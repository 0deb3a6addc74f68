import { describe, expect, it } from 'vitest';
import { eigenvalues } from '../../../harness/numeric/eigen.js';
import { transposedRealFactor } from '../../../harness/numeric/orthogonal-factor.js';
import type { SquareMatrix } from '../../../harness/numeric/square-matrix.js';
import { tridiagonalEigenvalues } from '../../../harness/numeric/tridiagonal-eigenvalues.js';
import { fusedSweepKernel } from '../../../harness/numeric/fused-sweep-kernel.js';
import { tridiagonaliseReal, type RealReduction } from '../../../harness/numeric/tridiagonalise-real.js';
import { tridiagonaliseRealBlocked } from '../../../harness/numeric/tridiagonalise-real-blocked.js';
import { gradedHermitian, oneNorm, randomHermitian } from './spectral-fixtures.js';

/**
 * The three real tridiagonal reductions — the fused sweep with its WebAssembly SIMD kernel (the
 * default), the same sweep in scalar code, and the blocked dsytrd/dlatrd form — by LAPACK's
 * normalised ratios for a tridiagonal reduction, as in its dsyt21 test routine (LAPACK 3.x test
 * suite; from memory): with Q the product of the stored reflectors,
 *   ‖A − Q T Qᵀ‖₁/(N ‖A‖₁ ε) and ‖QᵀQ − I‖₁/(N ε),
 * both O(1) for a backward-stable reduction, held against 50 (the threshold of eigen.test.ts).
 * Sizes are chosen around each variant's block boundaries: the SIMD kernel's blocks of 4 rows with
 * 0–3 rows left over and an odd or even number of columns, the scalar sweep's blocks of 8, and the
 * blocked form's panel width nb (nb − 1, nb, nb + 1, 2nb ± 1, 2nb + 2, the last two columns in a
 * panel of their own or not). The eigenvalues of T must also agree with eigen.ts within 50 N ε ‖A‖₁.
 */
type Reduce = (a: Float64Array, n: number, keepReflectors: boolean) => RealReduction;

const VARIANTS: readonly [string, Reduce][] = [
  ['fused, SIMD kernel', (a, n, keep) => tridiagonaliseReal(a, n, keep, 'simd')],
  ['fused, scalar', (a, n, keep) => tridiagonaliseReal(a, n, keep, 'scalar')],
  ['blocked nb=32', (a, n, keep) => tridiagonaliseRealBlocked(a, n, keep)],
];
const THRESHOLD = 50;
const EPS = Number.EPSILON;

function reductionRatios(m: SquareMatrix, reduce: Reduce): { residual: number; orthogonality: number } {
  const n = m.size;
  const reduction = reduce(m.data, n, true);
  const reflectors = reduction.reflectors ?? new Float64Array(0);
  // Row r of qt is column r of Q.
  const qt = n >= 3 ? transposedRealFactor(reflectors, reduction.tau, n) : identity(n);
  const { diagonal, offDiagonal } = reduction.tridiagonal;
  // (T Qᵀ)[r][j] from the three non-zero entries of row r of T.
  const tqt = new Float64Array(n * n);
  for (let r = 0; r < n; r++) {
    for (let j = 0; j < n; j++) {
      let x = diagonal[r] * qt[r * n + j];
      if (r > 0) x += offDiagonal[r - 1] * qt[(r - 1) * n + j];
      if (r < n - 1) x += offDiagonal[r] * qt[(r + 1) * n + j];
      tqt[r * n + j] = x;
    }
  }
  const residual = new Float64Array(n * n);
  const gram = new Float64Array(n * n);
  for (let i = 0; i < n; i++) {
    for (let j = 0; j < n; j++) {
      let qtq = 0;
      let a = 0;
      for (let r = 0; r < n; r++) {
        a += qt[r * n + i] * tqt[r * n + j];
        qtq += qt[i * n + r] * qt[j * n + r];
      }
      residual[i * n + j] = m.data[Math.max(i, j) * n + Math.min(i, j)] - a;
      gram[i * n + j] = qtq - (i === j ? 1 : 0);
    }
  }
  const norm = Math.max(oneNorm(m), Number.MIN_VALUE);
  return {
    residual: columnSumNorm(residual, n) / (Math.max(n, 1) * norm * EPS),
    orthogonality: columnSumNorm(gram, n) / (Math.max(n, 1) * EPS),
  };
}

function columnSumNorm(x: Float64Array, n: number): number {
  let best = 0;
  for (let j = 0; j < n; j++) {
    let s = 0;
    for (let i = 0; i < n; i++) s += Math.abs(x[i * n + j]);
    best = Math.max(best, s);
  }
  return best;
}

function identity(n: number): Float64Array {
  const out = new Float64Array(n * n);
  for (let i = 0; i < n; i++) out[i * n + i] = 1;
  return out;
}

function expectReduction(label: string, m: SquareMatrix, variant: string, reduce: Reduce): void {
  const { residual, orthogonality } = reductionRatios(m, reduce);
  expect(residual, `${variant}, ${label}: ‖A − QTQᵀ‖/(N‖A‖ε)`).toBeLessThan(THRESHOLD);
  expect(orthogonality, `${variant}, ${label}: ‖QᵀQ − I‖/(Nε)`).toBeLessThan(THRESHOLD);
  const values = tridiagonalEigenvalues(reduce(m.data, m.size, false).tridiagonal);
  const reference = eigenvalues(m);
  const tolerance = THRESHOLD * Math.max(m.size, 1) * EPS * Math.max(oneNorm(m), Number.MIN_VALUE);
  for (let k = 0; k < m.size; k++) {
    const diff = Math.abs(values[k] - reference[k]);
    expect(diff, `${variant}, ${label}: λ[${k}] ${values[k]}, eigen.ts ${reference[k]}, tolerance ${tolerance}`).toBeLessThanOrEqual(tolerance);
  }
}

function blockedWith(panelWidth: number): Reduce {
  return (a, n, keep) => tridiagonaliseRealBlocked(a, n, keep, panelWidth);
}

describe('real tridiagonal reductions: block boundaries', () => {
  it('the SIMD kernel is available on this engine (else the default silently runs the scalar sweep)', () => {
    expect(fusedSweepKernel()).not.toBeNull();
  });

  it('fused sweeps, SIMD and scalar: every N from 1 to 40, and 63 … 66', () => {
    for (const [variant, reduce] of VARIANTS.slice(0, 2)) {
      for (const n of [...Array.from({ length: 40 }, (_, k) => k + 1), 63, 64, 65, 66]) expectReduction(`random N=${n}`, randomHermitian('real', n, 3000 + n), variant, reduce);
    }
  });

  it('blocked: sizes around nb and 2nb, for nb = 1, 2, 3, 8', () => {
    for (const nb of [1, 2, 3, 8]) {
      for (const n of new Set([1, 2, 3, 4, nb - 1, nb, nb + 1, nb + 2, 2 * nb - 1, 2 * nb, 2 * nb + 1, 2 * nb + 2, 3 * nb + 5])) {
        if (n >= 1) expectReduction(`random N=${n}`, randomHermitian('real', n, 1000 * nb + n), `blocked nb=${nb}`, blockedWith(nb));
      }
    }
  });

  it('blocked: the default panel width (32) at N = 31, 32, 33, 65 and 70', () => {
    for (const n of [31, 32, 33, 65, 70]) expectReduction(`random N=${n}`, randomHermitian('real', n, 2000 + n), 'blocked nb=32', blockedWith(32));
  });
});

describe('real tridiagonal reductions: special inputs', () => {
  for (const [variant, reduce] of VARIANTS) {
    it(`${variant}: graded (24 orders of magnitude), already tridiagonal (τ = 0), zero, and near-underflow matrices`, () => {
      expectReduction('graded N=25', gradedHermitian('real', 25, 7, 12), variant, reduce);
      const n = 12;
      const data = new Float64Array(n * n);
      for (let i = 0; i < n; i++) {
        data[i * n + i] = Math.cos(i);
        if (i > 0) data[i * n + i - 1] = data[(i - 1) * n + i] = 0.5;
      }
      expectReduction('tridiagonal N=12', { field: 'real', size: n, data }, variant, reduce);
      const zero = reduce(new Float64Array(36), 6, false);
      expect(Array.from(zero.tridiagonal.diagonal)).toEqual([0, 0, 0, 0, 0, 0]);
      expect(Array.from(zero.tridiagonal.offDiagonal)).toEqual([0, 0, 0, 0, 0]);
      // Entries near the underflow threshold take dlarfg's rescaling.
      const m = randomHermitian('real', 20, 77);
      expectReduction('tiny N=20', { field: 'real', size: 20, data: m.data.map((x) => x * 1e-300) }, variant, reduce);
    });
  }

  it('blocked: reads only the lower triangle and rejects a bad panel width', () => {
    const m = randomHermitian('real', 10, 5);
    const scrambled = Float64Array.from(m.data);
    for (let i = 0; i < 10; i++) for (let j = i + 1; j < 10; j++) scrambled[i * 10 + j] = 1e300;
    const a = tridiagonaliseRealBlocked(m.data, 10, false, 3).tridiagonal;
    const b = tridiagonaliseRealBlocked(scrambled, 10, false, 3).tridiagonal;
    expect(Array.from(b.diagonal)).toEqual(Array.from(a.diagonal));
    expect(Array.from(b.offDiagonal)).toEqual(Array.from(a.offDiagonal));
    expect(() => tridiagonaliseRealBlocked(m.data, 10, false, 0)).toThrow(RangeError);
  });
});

> **PROBLEM DETAILS**:
Return each line of the material in which the string "field" can be found.

> **YOUR RESPONSE**:
      expectReduction('tridiagonal N=12', { field: 'real', size: n, data }, variant, reduce);
      expectReduction('tiny N=20', { field: 'real', size: 20, data: m.data.map((x) => x * 1e-300) }, variant, reduce);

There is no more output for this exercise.